Instructions to follow
Repeat exactly the lines below that lie between the line with "Coordinates[3 * i]" and the line with "BarIds = def.Bars.Select(b", counting both of those lines as part of the answer.

Records for this exercise START

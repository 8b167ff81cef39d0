namespace PathService.Engine.Model;

/// <summary>
/// Numbering of the degrees of freedom. Each node has 3 unknowns (translations x, y, z) or 6 (then also the rotations
/// about x, y, z), stored consecutively from <see cref="Offset"/>: the full index of (node, axis) is Offset[node] + axis.
/// The rule: a node has rotations iff a beam end holding at least one rotation connects to it (intermediate nodes of a
/// subdivided beam always do); bars, springs and fully released beam ends transmit forces only. With no rotating node
/// the layout is the plain 3·node + axis.
/// The free unknowns (not restrained by a support) are numbered 0..FreeCount-1 in full order. Restrained directions are
/// dropped from the equations; their prescribed values stay in the full vector.
/// </summary>
public sealed class DofMap
{
    /// <summary>Free equation number of each full DOF, or -1 when the direction is restrained.</summary>
    public int[] EquationOf { get; }

    /// <summary>Full DOF index of each free equation.</summary>
    public int[] FullOf { get; }

    /// <summary>First full DOF of each node (its x translation); Offset[NodeCount] = FullCount.</summary>
    public int[] Offset { get; }

    /// <summary>The node of each full DOF.</summary>
    public int[] NodeOf { get; }

    /// <summary>Full index of the first rotation (about x) of each rotating node, in node order.</summary>
    public int[] RotationStarts { get; }

    public int FullCount => EquationOf.Length;
    public int FreeCount => FullOf.Length;
    public int NodeCount => Offset.Length - 1;
    /// <summary>Whether any node carries rotations (then updates of the configuration compose rotations).</summary>
    public bool HasRotations => RotationStarts.Length > 0;

    /// <summary>Three translations per node, no rotations.</summary>
    public DofMap(int nodeCount, IReadOnlyCollection<int> restrainedFullDofs) : this(new bool[nodeCount], restrainedFullDofs) { }

    /// <param name="rotating">Per node, whether it carries rotations.</param>
    /// <param name="restrainedFullDofs">Full indices (in this map's layout) of the restrained directions.</param>
    public DofMap(bool[] rotating, IReadOnlyCollection<int> restrainedFullDofs)
    {
        int nodeCount = rotating.Length;
        Offset = new int[nodeCount + 1];
        var starts = new List<int>();
        for (int n = 0; n < nodeCount; n++)
        {
            if (rotating[n]) starts.Add(Offset[n] + 3);
            Offset[n + 1] = Offset[n] + (rotating[n] ? 6 : 3);
        }
        RotationStarts = starts.ToArray();
        NodeOf = new int[Offset[nodeCount]];
        for (int n = 0; n < nodeCount; n++)
            for (int d = Offset[n]; d < Offset[n + 1]; d++) NodeOf[d] = n;
        EquationOf = new int[Offset[nodeCount]];
        foreach (int d in restrainedFullDofs) EquationOf[d] = -1;
        var free = new List<int>(EquationOf.Length);
        for (int d = 0; d < EquationOf.Length; d++)
        {
            if (EquationOf[d] == -1) continue;
            EquationOf[d] = free.Count;
            free.Add(d);
        }
        FullOf = free.ToArray();
    }

    /// <summary>Number of unknowns of a node: 3 or 6.</summary>
    public int Size(int node) => Offset[node + 1] - Offset[node];

    /// <summary>Whether a node carries rotations.</summary>
    public bool Rotates(int node) => Offset[node + 1] - Offset[node] == 6;

    /// <summary>Whether (node, axis) exists: translations always, rotations only at rotating nodes.</summary>
    public bool Has(int node, Axis axis) => (int)axis >= 0 && (int)axis < Size(node);

    /// <summary>Full index of (node, axis); the axis must exist at the node (<see cref="Has"/>).</summary>
    public int Full(int node, Axis axis) => Offset[node] + (int)axis;

    /// <summary>Node and direction of a full DOF index.</summary>
    public (int Node, Axis Direction) Describe(int fullDof) => (NodeOf[fullDof], (Axis)(fullDof - Offset[NodeOf[fullDof]]));

    /// <summary>Copies the free entries of a full vector into a free vector.</summary>
    public void Gather(ReadOnlySpan<double> full, Span<double> free)
    {
        for (int e = 0; e < FullOf.Length; e++) free[e] = full[FullOf[e]];
    }

    /// <summary>Writes a free vector into the free entries of a full vector, leaving restrained entries alone.</summary>
    public void Scatter(ReadOnlySpan<double> free, Span<double> full)
    {
        for (int e = 0; e < FullOf.Length; e++) full[FullOf[e]] = free[e];
    }

    /// <summary>The three translations of a node from a full vector.</summary>
    public (double X, double Y, double Z) Translation(ReadOnlySpan<double> full, int node)
    {
        int o = Offset[node];
        return (full[o], full[o + 1], full[o + 2]);
    }
}
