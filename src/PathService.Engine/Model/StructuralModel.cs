namespace PathService.Engine.Model;

/// <summary>
/// The validated, immutable structure in array form: what the numerical code reads. Built once per request
/// from a <see cref="ModelDefinition"/>; the caller's string ids are kept so every result can echo them.
/// </summary>
public sealed class StructuralModel
{
    public ModelDefinition Definition { get; }
    public string Name => Definition.Name;
    public UnitLabels Units => Definition.Units;
    public int NodeCount { get; }
    public string[] NodeIds { get; }
    /// <summary>Initial coordinates, 3 per node (x, y, z).</summary>
    public double[] Coordinates { get; }

    public int BarCount { get; }
    public string[] BarIds { get; }
    public int[] BarStart { get; }
    public int[] BarEnd { get; }
    public double[] BarModulus { get; }
    public double[] BarArea { get; }
    public double[] BarInitialStress { get; }
    public double[] BarLength { get; }
    public Elements.BarBehavior[] BarBehavior { get; }
    public double[] BarYieldStress { get; }
    public double[] BarSecondMoment { get; }
    public double[] BarEffectiveLengthFactor { get; }
    /// <summary>Whether any bar is tension- or compression-only or can yield (the material law then matters).</summary>
    public bool HasMemberLaws { get; }
    /// <summary>Whether any bar asks for a member check (yield stress or second moment of area given).</summary>
    public bool HasMemberChecks { get; }

    public string[] GroundSpringIds { get; }
    public int[] GroundSpringDof { get; }
    public double[] GroundSpringStiffness { get; }

    public string[] LinkSpringIds { get; }
    public int[] LinkSpringStartDof { get; }
    public int[] LinkSpringEndDof { get; }
    public double[] LinkSpringStiffness { get; }

    public DofMap Dofs { get; }
    /// <summary>Prescribed displacements in the full vector (zero where free or plainly supported).</summary>
    public double[] PrescribedDisplacement { get; }
    /// <summary>Constant load, full vector.</summary>
    public double[] ConstantLoad { get; }
    /// <summary>Reference load scaled by λ, full vector.</summary>
    public double[] ReferenceLoad { get; }
    public IReadOnlyList<ValidationFinding> Warnings { get; }

    private readonly Dictionary<string, int> _nodeIndex;

    private StructuralModel(ModelDefinition def, IReadOnlyList<ValidationFinding> warnings)
    {
        Definition = def;
        Warnings = warnings;
        NodeCount = def.Nodes.Count;
        NodeIds = def.Nodes.Select(n => n.Id).ToArray();
        _nodeIndex = new Dictionary<string, int>(StringComparer.Ordinal);
        for (int i = 0; i < NodeCount; i++) _nodeIndex[NodeIds[i]] = i;
        Coordinates = new double[3 * NodeCount];
        for (int i = 0; i < NodeCount; i++)
        {
            Coordinates[3 * i] = def.Nodes[i].X;
            Coordinates[3 * i + 1] = def.Nodes[i].Y;
            Coordinates[3 * i + 2] = def.Nodes[i].Z;
        }

        BarCount = def.Bars.Count;
        BarIds = def.Bars.Select(b => b.Id).ToArray();
        BarStart = def.Bars.Select(b => _nodeIndex[b.StartNode]).ToArray();
        BarEnd = def.Bars.Select(b => _nodeIndex[b.EndNode]).ToArray();
        BarModulus = def.Bars.Select(b => b.ElasticModulus).ToArray();
        BarArea = def.Bars.Select(b => b.Area).ToArray();
        BarInitialStress = def.Bars.Select(b => b.InitialStress).ToArray();
        BarBehavior = def.Bars.Select(b => b.Behavior).ToArray();
        BarYieldStress = def.Bars.Select(b => b.YieldStress).ToArray();
        BarSecondMoment = def.Bars.Select(b => b.SecondMoment).ToArray();
        BarEffectiveLengthFactor = def.Bars.Select(b => b.EffectiveLengthFactor).ToArray();
        HasMemberLaws = def.Bars.Any(b => b.Behavior != Elements.BarBehavior.Elastic || b.YieldStress > 0);
        HasMemberChecks = HasMemberLaws || def.Bars.Any(b => b.SecondMoment > 0);
        BarLength = new double[BarCount];
        for (int b = 0; b < BarCount; b++)
        {
            double s = 0;
            for (int k = 0; k < 3; k++)
            {
                double d = Coordinates[3 * BarEnd[b] + k] - Coordinates[3 * BarStart[b] + k];
                s += d * d;
            }
            BarLength[b] = Math.Sqrt(s);
        }

        GroundSpringIds = def.GroundSprings.Select(s => s.Id).ToArray();
        GroundSpringDof = def.GroundSprings.Select(s => DofMap.Full(_nodeIndex[s.Node], s.Direction)).ToArray();
        GroundSpringStiffness = def.GroundSprings.Select(s => s.Stiffness).ToArray();
        LinkSpringIds = def.LinkSprings.Select(s => s.Id).ToArray();
        LinkSpringStartDof = def.LinkSprings.Select(s => DofMap.Full(_nodeIndex[s.StartNode], s.Direction)).ToArray();
        LinkSpringEndDof = def.LinkSprings.Select(s => DofMap.Full(_nodeIndex[s.EndNode], s.Direction)).ToArray();
        LinkSpringStiffness = def.LinkSprings.Select(s => s.Stiffness).ToArray();

        PrescribedDisplacement = new double[3 * NodeCount];
        var restrained = new List<int>();
        foreach (var s in def.Supports)
        {
            if (ModelValidator.IsRotation(s.Direction)) continue; // no rotational unknowns yet (beams are wired next)
            int d = DofMap.Full(_nodeIndex[s.Node], s.Direction);
            restrained.Add(d);
            PrescribedDisplacement[d] = s.PrescribedDisplacement;
        }
        Dofs = new DofMap(NodeCount, restrained);
        (ConstantLoad, ReferenceLoad) = LoadCombiner.Resolve(def, id => _nodeIndex[id], BarLength);
    }

    /// <summary>Validates and builds. Throws <see cref="ModelValidationException"/> with every error found.</summary>
    public static StructuralModel Create(ModelDefinition definition)
    {
        var findings = ModelValidator.Validate(definition);
        var errors = findings.Where(f => f.Severity == FindingSeverity.Error).ToList();
        if (errors.Count > 0) throw new ModelValidationException(errors);
        return new StructuralModel(definition, findings);
    }

    public bool TryGetNode(string id, out int index) => _nodeIndex.TryGetValue(id, out index);

    /// <summary>Index of a node id; throws <see cref="ArgumentException"/> naming the id when unknown.</summary>
    public int NodeIndex(string id) =>
        _nodeIndex.TryGetValue(id, out int i) ? i : throw new ArgumentException($"node '{id}' is not defined in model '{Name}'", nameof(id));

    /// <summary>Full DOF index of a (node, axis) reference.</summary>
    public int FullDof(DofReference dof) => DofMap.Full(NodeIndex(dof.Node), dof.Direction);

    /// <summary>Node id and direction of a full DOF index.</summary>
    public (string Node, Axis Direction) DescribeDof(int fullDof) => (NodeIds[fullDof / 3], (Axis)(fullDof % 3));

    public bool HasPrescribedDisplacements => PrescribedDisplacement.Any(v => v != 0);
    public bool HasConstantLoad => ConstantLoad.Any(v => v != 0);
    public bool HasInitialStress => BarInitialStress.Any(v => v != 0);
}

Records for this exercise END

Response to the exercise
            Coordinates[3 * i] = def.Nodes[i].X;
            Coordinates[3 * i + 1] = def.Nodes[i].Y;
            Coordinates[3 * i + 2] = def.Nodes[i].Z;
        }

        BarCount = def.Bars.Count;
        BarIds = def.Bars.Select(b => b.Id).ToArray();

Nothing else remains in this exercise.